*Exercise requirements:* Copy out the full listing that comes next, exactly.

*Available data:*
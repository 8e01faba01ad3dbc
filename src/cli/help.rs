//! What the program says of itself: `schema`, `completions`, `manual`.

use super::arguments::{Arguments, Schema};
use super::verbs::json;
use super::{CliError, Status, output};
use crate::report::schema as schemas;
use clap::CommandFactory;
use clap_complete::Shell;
use std::io::Write;

pub fn schema(arguments: &Schema, out: &mut dyn Write) -> Result<Status, CliError> {
    let one = arguments.output_of.as_deref().and_then(schemas::of);
    let printed = json(&one.unwrap_or_else(schemas::all))?;
    output::deliver(arguments.output.as_deref(), &printed, out)?;
    Ok(Status::Done)
}

pub fn completions(shell: Shell, out: &mut dyn Write) -> Result<Status, CliError> {
    let mut script = Vec::new();
    clap_complete::generate(shell, &mut Arguments::command(), "orbsieve", &mut script);
    output::deliver(None, &script, out)?;
    Ok(Status::Done)
}

pub fn manual(verb: Option<&str>, out: &mut dyn Write) -> Result<Status, CliError> {
    let mut program = Arguments::command();
    // Settles what verbs take over from the program, such as --color.
    program.build();
    let command = match verb {
        None => program,
        Some(verb) => {
            let of_verb = program.find_subcommand(verb).cloned();
            of_verb.ok_or_else(|| CliError::Usage(format!("`{verb}` is no verb")))?
        }
    };
    let mut page = Vec::new();
    clap_mangen::Man::new(command).render(&mut page).map_err(|source| CliError::Write { path: None, source })?;
    output::deliver(None, &page, out)?;
    Ok(Status::Done)
}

*The answer:*
repository 8e01faba01ad3dbc
filename src/cli/help.rs
//! What the program says of itself: `schema`, `completions`, `manual`.

use super::arguments::{Arguments, Schema};
use super::verbs::json;
use super::{CliError, Status, output};
use crate::report::schema as schemas;
use clap::CommandFactory;
use clap_complete::Shell;
use std::io::Write;

pub fn schema(arguments: &Schema, out: &mut dyn Write) -> Result<Status, CliError> {
    let one = arguments.output_of.as_deref().and_then(schemas::of);
    let printed = json(&one.unwrap_or_else(schemas::all))?;
    output::deliver(arguments.output.as_deref(), &printed, out)?;
    Ok(Status::Done)
}

pub fn completions(shell: Shell, out: &mut dyn Write) -> Result<Status, CliError> {
    let mut script = Vec::new();
    clap_complete::generate(shell, &mut Arguments::command(), "orbsieve", &mut script);
    output::deliver(None, &script, out)?;
    Ok(Status::Done)
}

pub fn manual(verb: Option<&str>, out: &mut dyn Write) -> Result<Status, CliError> {
    let mut program = Arguments::command();
    // Settles what verbs take over from the program, such as --color.
    program.build();
    let command = match verb {
        None => program,
        Some(verb) => {
            let of_verb = program.find_subcommand(verb).cloned();
            of_verb.ok_or_else(|| CliError::Usage(format!("`{verb}` is no verb")))?
        }
    };
    let mut page = Vec::new();
    clap_mangen::Man::new(command).render(&mut page).map_err(|source| CliError::Write { path: None, source })?;
    output::deliver(None, &page, out)?;
    Ok(Status::Done)
}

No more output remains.